This project focuses on the segmentation of brain MRI images using a modified U-Net architecture known as SA-UNet, which includes a Spatial Attention mechanism. The model is designed to accurately segment brain tissues, aiding in medical diagnosis and research.
- The dataset used in this project is the "LGG-MRI-Segmentation" dataset from Kaggle.
- It originates from The Cancer Imaging Archive (TCIA) and is part of The Cancer Genome Atlas (TCGA) lower-grade glioma collection.
- It features MRI images from 110 patients, specifically including fluid-attenuated inversion recovery (FLAIR) sequences and genomic cluster data.
- The accompanying data.csv file contains detailed information about tumor genomic clusters and patient data, providing valuable context for each image in the dataset.
- Each MRI image comes with a mask that highlights regions of tumor tissue.
- To access and explore this dataset, please visit the LGG-MRI-Segmentation dataset on Kaggle.
The SA-UNet model combines the standard U-Net architecture with a spatial attention module to enhance feature extraction and segmentation accuracy.
- Comprises 4 encoder blocks (conv1 to conv4).Each block contains 2 Conv2D layers, totaling 8 Conv2D layers in the encoder.
- Post each Conv2D layer, there's a sequence of DropBlock2D for regularization and BatchNormalization for standardizing inputs to the next layer.
- Each encoder block concludes with a MaxPooling2D layer, serving to downsample the spatial dimensions, thus creating a total of 4 MaxPooling layers.
- Processes the final encoder output, applying both average and max pooling across channels to encapsulate channel information effectively.
- Concatenates these pooled outputs and passes them through a Conv2D layer, generating a spatial attention map.
- The attention map, normalized by a Sigmoid function, refines feature focus, enhancing significant areas while diminishing less relevant ones.
- The output feature map with applied spatial attention is then fed into the decoder.
- Consists of 3 decoder blocks (uconv1 to uconv3). Similar to the encoder, each block houses 2 Conv2D layers, totaling 6 in the decoder.
- These layers are accompanied by DropBlock2D, BatchNormalization, and ReLU activation, ensuring effective feature reconstruction.
- Each block begins with a Conv2DTranspose layer for upsampling, and incorporates skip connections from the encoder, enhancing detailed feature reconstruction.
This architecture ensures a comprehensive approach to segmenting MRI images, leveraging spatial attention for nuanced feature emphasis and a robust encoder-decoder structure for precise segmentation.
The project is implemented in Python using TensorFlow and Keras in Google Colab. The detailed implementation is available in the notebook.

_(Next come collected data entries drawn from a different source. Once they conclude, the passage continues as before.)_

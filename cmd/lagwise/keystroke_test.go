package main

import (
	"context"
	"fmt"
	"math/rand/v2"
	"os"
	"path/filepath"
	"strings"
	"testing"

	"lagwise/lint/engine"
	"lagwise/rules"
)

func BenchmarkJudgeMany(b *testing.B) {
	dir := b.TempDir()
	os.Mkdir(filepath.Join(dir, ".git"), 0o755)
	r := rand.New(rand.NewPCG(1, 2))
	var cols [][]float64
	for range 50 {
		x := make([]float64, 1000)
		for t := range x {
			x[t] = r.NormFloat64()
			if t > 0 {
				x[t] += x[t-1]
			}
		}
		cols = append(cols, x)
	}
	var csv strings.Builder
	csv.WriteString("year")
	for i := range cols {
		fmt.Fprintf(&csv, ",s%d", i)
	}
	for row := range 1000 {
		fmt.Fprintf(&csv, "\n%d", 1000+row)
		for _, c := range cols {
			fmt.Fprintf(&csv, ",%.4f", c[row])
		}
	}
	writeAll(b, filepath.Join(dir, "many.csv"), csv.String()+"\n")
	writeAll(b, filepath.Join(dir, "many.series.toml"), "[record.many]\nfile = \"many.csv\"\n")
	var an strings.Builder
	for i := range 200 {
		fmt.Fprintf(&an, "[[correlation]]\nname = \"r%d\"\naim = \"association\"\nquestion = \"q\"\nbetween = [\"s%d\", \"s%d\"]\n\n", i, i%50, (i*7+1+i/50)%50)
	}
	path := filepath.Join(dir, "many.analysis.toml")
	writeAll(b, path, an.String())
	w := engine.New(engine.Options{Rules: rules.All(), OnDate: "2026-01-01"}).Workspace(dir)
	text := an.String()
	w.Open(path, []byte(text), 0)
	if j, err := w.Edition().Judge(context.Background(), path); err != nil || len(j.Findings) < 100 {
		b.Fatal(err, len(j.Findings))
	}
	i := 0
	for b.Loop() {
		i++
		text = strings.Replace(text, "question = \"q", "question = \"qx", 1)
		w.Change(path, []byte(text), int32(i))
		if _, err := w.Edition().Judge(context.Background(), path); err != nil {
			b.Fatal(err)
		}
	}
}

The dataset is divided into three distinct sets: training (85%), validation (10%), and test (5%). This division is critical for effective model training and evaluation. A comprehensive data augmentation approach is employed to enhance the robustness of the model, which includes rotations, width and height shifts, shear, zoom, and horizontal flips. The data is also normalized to have values between 0 and 1.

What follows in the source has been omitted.